Set down exactly, from the records below, the line with "820.0), polar=polar, azimuth=azimuth)" through the line with "azimuth=az, period=300.0, radius=60.0))", and nothing else.

[Stored items]
=====

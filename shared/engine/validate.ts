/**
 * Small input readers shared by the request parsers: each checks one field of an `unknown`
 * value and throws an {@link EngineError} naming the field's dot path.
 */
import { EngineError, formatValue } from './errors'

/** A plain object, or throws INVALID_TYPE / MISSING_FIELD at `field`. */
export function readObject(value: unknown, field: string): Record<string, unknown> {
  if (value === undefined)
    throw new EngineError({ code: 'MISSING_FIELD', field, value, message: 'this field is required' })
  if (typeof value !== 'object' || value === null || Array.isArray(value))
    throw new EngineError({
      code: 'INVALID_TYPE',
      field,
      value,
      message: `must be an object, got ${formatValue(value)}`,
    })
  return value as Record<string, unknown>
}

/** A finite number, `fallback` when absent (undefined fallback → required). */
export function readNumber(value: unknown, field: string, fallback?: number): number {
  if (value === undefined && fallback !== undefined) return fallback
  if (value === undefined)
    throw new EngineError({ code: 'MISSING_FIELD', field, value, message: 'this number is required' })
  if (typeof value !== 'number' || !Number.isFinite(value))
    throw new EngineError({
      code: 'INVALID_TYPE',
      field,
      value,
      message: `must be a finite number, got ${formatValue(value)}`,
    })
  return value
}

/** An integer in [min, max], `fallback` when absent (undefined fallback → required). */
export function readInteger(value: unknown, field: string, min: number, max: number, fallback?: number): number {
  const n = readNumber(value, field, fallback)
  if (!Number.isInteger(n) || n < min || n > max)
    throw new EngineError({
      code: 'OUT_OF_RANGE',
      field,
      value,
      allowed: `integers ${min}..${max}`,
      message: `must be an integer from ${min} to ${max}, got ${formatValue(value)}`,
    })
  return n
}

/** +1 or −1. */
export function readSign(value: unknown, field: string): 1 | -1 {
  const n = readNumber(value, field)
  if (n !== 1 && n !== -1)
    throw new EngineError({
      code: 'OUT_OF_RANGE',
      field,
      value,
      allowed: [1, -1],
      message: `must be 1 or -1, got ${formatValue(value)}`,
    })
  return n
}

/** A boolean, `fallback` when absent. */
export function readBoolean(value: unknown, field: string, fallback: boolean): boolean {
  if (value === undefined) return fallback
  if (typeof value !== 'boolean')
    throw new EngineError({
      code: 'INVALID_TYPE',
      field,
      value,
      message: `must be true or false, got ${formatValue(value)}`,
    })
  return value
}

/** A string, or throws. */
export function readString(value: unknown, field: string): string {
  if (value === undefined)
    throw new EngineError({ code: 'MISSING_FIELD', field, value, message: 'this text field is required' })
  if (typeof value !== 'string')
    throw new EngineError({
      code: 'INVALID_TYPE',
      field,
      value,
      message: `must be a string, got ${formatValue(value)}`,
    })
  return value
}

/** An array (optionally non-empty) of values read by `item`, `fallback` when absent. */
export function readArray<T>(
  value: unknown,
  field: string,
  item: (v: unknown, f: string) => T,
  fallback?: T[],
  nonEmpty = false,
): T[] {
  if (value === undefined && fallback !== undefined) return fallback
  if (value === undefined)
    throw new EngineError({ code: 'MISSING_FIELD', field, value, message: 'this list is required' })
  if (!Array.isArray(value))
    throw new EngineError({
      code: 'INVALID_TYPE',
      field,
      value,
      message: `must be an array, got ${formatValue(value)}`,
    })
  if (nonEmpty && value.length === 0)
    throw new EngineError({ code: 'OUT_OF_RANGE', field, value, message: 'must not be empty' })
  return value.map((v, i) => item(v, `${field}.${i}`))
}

=====

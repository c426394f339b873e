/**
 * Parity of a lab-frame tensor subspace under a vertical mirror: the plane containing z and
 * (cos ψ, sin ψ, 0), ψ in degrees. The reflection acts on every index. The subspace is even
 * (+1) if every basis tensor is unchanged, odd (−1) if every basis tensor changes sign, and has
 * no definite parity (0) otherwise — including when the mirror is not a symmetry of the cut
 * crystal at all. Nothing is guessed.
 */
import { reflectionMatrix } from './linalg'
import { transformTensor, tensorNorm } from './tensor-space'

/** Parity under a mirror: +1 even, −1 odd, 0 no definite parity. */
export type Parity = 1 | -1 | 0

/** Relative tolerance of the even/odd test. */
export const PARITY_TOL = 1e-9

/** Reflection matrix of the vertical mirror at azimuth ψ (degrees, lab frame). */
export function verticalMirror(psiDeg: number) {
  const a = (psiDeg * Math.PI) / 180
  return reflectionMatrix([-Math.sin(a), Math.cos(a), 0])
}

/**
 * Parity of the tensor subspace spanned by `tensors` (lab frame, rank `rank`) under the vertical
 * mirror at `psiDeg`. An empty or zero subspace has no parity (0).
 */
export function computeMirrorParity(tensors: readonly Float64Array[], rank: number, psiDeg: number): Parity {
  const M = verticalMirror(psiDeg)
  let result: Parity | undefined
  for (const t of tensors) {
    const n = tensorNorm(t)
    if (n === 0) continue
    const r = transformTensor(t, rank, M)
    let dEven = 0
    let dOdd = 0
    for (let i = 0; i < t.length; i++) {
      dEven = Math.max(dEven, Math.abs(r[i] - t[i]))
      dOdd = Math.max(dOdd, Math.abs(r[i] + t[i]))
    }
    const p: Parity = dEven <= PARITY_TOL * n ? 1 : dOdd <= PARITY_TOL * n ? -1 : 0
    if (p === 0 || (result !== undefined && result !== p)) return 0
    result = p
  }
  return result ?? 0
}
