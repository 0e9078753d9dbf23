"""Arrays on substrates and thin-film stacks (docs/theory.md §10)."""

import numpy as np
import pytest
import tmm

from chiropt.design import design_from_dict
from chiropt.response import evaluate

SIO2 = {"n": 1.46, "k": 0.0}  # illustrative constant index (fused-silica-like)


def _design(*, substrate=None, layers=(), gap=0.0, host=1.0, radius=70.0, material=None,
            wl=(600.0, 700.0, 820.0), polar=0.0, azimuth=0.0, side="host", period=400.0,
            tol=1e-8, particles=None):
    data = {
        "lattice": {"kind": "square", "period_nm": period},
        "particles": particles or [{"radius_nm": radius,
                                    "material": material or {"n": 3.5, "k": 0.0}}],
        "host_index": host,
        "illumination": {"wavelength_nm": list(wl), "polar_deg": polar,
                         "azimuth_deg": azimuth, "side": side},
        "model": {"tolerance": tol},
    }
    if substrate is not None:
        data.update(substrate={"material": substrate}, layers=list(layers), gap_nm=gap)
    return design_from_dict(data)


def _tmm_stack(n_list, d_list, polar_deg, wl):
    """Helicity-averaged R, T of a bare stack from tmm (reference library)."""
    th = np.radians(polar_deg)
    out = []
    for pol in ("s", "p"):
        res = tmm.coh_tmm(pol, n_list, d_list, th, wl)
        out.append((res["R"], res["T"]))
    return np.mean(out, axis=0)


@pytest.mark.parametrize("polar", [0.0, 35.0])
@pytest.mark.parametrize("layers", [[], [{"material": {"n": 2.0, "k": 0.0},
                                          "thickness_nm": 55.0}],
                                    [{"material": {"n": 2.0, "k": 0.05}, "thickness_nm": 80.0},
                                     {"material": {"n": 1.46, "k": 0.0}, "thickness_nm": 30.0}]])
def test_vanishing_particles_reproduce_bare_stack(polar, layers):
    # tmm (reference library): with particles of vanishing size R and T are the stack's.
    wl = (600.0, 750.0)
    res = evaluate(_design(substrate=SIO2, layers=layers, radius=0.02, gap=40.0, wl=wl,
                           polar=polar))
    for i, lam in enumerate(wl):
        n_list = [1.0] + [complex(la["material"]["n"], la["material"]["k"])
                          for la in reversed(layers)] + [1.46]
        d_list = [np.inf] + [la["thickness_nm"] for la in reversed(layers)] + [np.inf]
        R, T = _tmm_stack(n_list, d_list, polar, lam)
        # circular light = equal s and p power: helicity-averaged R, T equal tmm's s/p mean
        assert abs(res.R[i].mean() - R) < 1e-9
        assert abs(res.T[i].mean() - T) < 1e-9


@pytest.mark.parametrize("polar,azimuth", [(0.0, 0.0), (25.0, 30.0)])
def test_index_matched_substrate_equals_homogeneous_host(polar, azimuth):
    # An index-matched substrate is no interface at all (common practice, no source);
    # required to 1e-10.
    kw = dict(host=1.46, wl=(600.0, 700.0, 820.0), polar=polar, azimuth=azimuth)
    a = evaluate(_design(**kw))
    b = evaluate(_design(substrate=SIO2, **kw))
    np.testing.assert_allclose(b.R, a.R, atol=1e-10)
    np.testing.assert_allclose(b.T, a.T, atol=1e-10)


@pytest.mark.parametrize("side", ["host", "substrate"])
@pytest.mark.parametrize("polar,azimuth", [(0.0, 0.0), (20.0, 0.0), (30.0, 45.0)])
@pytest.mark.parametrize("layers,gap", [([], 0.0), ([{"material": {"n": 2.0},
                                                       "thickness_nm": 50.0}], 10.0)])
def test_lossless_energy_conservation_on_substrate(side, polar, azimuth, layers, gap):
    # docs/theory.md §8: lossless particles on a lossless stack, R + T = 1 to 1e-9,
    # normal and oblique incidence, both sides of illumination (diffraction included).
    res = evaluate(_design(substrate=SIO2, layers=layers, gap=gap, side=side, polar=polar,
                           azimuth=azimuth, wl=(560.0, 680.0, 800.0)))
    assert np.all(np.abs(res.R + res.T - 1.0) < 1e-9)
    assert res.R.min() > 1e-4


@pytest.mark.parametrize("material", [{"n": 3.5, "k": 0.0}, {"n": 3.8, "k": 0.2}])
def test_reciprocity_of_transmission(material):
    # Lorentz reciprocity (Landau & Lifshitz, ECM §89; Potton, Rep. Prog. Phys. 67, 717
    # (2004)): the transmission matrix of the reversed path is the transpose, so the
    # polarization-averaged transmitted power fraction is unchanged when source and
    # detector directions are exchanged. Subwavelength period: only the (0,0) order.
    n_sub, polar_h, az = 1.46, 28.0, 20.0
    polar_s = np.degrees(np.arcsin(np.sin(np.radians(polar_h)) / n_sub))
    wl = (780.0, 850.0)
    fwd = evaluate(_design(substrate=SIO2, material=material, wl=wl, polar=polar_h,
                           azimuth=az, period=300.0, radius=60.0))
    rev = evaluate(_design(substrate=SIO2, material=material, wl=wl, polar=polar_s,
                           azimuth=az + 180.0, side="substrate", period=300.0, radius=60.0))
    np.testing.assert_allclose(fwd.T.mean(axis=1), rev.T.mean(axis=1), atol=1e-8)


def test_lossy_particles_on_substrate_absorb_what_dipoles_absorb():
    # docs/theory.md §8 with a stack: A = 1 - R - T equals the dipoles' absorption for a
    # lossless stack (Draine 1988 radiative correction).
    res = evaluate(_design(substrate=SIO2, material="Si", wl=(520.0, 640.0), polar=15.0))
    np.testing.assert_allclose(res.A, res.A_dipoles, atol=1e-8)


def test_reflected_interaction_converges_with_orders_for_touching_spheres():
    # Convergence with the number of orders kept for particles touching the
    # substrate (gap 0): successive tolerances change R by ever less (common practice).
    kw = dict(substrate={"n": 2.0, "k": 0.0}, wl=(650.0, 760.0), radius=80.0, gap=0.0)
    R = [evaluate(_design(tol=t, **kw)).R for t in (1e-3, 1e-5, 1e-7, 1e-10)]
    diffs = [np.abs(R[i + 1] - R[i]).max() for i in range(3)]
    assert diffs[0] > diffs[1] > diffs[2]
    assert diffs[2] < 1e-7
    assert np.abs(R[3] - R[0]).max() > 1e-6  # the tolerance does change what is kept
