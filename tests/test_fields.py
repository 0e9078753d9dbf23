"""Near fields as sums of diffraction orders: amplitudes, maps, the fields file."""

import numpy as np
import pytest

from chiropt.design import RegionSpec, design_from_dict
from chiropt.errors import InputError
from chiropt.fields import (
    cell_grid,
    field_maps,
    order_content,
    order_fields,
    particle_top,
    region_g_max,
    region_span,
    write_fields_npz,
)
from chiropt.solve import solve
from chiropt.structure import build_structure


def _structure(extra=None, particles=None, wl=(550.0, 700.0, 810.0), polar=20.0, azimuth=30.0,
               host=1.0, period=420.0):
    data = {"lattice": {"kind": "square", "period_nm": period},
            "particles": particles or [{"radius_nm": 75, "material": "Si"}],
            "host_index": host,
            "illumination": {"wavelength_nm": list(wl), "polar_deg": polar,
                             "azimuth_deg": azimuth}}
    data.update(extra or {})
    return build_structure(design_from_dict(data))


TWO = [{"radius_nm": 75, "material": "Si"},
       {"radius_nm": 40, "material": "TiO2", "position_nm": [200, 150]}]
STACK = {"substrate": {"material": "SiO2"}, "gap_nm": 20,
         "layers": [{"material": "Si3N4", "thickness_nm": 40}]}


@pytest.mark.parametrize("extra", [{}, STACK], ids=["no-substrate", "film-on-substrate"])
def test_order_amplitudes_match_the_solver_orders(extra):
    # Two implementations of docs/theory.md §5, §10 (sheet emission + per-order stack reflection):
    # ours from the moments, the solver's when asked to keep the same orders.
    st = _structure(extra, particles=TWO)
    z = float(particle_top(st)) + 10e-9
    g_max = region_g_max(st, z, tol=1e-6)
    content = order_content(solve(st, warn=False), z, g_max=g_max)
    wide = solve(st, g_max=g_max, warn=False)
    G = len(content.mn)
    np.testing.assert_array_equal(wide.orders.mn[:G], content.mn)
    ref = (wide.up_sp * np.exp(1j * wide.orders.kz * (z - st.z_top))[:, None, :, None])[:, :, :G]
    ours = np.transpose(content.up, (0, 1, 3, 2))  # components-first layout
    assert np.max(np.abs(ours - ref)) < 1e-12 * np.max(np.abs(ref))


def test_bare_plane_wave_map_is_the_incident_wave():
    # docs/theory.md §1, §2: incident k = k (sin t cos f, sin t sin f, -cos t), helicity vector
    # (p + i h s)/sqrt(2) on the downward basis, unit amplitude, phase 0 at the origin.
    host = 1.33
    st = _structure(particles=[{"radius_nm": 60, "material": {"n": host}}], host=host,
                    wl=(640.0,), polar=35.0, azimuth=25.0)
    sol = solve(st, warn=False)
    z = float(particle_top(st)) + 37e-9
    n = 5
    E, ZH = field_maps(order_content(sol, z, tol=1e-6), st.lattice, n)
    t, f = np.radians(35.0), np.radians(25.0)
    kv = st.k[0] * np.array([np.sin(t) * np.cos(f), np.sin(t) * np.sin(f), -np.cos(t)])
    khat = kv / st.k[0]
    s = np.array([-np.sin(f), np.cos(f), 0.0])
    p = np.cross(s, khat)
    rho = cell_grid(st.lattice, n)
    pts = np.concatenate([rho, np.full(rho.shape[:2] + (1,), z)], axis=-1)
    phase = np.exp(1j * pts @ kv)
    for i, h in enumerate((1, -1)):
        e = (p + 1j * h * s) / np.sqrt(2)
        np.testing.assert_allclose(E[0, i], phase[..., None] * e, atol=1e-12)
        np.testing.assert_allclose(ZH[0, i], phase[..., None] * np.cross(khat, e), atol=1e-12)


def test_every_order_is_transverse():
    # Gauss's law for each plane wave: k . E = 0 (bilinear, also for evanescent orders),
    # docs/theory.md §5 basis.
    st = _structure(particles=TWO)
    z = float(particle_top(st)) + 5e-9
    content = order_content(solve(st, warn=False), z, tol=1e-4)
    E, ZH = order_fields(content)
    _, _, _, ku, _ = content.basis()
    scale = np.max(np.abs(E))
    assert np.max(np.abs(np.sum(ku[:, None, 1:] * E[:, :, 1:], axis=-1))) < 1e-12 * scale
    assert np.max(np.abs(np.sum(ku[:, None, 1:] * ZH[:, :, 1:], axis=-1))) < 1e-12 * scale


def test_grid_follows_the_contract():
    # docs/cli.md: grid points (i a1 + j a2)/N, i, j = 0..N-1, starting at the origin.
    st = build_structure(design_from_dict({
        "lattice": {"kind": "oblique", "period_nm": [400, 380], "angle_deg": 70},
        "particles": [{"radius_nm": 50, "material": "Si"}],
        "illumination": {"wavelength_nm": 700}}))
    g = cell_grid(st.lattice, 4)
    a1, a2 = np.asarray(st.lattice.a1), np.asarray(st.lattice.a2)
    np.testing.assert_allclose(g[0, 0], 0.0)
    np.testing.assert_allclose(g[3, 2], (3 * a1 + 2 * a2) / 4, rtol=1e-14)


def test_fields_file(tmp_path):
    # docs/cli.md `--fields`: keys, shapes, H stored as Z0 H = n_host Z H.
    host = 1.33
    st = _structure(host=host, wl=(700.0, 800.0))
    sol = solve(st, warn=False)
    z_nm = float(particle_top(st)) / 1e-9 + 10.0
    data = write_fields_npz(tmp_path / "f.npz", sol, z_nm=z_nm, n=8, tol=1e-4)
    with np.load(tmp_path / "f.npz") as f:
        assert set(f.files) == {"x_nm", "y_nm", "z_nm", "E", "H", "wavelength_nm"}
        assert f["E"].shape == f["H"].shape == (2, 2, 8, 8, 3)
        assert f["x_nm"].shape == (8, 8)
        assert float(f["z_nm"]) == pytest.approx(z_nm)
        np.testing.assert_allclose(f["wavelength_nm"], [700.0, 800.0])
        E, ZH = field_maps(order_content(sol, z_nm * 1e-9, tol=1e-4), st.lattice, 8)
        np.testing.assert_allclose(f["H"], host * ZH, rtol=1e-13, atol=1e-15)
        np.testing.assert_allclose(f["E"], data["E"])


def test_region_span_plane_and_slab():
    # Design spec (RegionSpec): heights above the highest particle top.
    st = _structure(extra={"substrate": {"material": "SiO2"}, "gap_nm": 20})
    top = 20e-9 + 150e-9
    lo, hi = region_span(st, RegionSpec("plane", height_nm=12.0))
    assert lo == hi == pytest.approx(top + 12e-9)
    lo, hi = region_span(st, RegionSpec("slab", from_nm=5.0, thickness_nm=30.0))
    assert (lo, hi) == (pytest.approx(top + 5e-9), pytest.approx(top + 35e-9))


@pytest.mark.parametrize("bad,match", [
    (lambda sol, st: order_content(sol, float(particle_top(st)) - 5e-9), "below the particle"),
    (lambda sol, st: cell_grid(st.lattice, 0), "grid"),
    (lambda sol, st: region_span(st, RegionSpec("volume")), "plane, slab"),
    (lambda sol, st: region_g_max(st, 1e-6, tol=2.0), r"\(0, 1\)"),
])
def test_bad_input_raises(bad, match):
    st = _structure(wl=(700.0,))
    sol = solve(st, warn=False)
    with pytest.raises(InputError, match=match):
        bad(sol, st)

=====

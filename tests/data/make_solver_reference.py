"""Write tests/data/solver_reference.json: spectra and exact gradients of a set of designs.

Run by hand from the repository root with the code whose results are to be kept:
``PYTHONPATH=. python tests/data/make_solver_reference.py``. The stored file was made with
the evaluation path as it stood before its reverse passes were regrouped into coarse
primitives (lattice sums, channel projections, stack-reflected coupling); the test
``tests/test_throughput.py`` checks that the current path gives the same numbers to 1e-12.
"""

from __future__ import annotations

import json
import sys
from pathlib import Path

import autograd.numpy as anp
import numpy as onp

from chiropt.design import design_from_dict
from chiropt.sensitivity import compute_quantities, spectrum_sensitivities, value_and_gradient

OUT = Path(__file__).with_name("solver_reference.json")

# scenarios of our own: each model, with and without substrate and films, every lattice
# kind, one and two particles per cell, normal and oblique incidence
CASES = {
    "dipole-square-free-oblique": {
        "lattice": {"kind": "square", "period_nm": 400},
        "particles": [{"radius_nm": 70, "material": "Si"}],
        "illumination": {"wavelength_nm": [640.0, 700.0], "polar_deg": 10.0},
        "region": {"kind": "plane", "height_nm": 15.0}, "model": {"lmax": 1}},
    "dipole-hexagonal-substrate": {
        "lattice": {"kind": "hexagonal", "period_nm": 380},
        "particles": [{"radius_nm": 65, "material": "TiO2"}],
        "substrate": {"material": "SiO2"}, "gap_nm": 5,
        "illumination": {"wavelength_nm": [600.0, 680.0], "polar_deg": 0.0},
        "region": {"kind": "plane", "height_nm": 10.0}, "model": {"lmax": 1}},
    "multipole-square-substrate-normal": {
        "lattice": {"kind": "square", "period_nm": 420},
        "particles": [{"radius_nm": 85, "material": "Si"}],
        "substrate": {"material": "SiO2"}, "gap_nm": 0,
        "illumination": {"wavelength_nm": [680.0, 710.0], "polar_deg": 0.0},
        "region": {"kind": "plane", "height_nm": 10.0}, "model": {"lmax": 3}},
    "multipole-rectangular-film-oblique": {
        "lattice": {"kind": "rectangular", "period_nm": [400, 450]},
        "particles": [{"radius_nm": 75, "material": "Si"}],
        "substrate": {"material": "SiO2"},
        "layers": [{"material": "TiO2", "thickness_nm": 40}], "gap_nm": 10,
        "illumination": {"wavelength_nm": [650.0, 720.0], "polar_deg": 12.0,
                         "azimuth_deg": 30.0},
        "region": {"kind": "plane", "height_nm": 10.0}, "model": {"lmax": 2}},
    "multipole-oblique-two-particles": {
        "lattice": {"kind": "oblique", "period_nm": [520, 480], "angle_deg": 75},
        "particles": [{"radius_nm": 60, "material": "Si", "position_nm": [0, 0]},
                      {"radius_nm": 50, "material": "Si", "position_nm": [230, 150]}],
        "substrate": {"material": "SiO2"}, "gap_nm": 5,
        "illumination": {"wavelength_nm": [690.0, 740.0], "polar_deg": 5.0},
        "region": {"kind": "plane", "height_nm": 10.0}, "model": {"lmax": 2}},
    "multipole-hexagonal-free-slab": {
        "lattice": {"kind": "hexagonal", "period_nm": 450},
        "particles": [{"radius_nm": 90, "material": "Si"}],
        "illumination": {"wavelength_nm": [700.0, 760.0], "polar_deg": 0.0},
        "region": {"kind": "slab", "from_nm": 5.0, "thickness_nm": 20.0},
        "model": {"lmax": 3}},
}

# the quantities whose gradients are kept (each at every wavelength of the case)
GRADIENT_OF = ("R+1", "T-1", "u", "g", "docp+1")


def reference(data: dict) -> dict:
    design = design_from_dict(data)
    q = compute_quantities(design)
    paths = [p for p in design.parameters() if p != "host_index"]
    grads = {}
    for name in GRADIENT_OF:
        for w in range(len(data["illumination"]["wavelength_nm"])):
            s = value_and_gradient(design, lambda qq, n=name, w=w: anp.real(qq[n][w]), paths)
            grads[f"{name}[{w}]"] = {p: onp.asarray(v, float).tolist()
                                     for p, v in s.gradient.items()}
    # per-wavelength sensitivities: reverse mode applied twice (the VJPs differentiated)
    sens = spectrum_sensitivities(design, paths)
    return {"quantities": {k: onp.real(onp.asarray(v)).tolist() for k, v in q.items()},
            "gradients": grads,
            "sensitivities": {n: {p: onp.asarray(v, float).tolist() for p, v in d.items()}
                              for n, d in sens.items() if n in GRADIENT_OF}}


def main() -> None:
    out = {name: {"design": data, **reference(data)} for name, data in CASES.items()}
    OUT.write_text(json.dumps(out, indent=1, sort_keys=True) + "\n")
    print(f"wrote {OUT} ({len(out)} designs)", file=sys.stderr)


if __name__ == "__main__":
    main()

=====

Solved exercise:
    kw = dict(host=1.46, wl=(600.0, 700.0, 820.0), polar=polar, azimuth=azimuth)
    a = evaluate(_design(**kw))
    b = evaluate(_design(substrate=SIO2, **kw))
    np.testing.assert_allclose(b.R, a.R, atol=1e-10)
    np.testing.assert_allclose(b.T, a.T, atol=1e-10)


@pytest.mark.parametrize("side", ["host", "substrate"])
@pytest.mark.parametrize("polar,azimuth", [(0.0, 0.0), (20.0, 0.0), (30.0, 45.0)])
@pytest.mark.parametrize("layers,gap", [([], 0.0), ([{"material": {"n": 2.0},
                                                       "thickness_nm": 50.0}], 10.0)])
def test_lossless_energy_conservation_on_substrate(side, polar, azimuth, layers, gap):
    # docs/theory.md §8: lossless particles on a lossless stack, R + T = 1 to 1e-9,
    # normal and oblique incidence, both sides of illumination (diffraction included).
    res = evaluate(_design(substrate=SIO2, layers=layers, gap=gap, side=side, polar=polar,
                           azimuth=azimuth, wl=(560.0, 680.0, 800.0)))
    assert np.all(np.abs(res.R + res.T - 1.0) < 1e-9)
    assert res.R.min() > 1e-4


@pytest.mark.parametrize("material", [{"n": 3.5, "k": 0.0}, {"n": 3.8, "k": 0.2}])
def test_reciprocity_of_transmission(material):
    # Lorentz reciprocity (Landau & Lifshitz, ECM §89; Potton, Rep. Prog. Phys. 67, 717
    # (2004)): the transmission matrix of the reversed path is the transpose, so the
    # polarization-averaged transmitted power fraction is unchanged when source and
    # detector directions are exchanged. Subwavelength period: only the (0,0) order.
    n_sub, polar_h, az = 1.46, 28.0, 20.0
    polar_s = np.degrees(np.arcsin(np.sin(np.radians(polar_h)) / n_sub))
    wl = (780.0, 850.0)
    fwd = evaluate(_design(substrate=SIO2, material=material, wl=wl, polar=polar_h,
                           azimuth=az, period=300.0, radius=60.0))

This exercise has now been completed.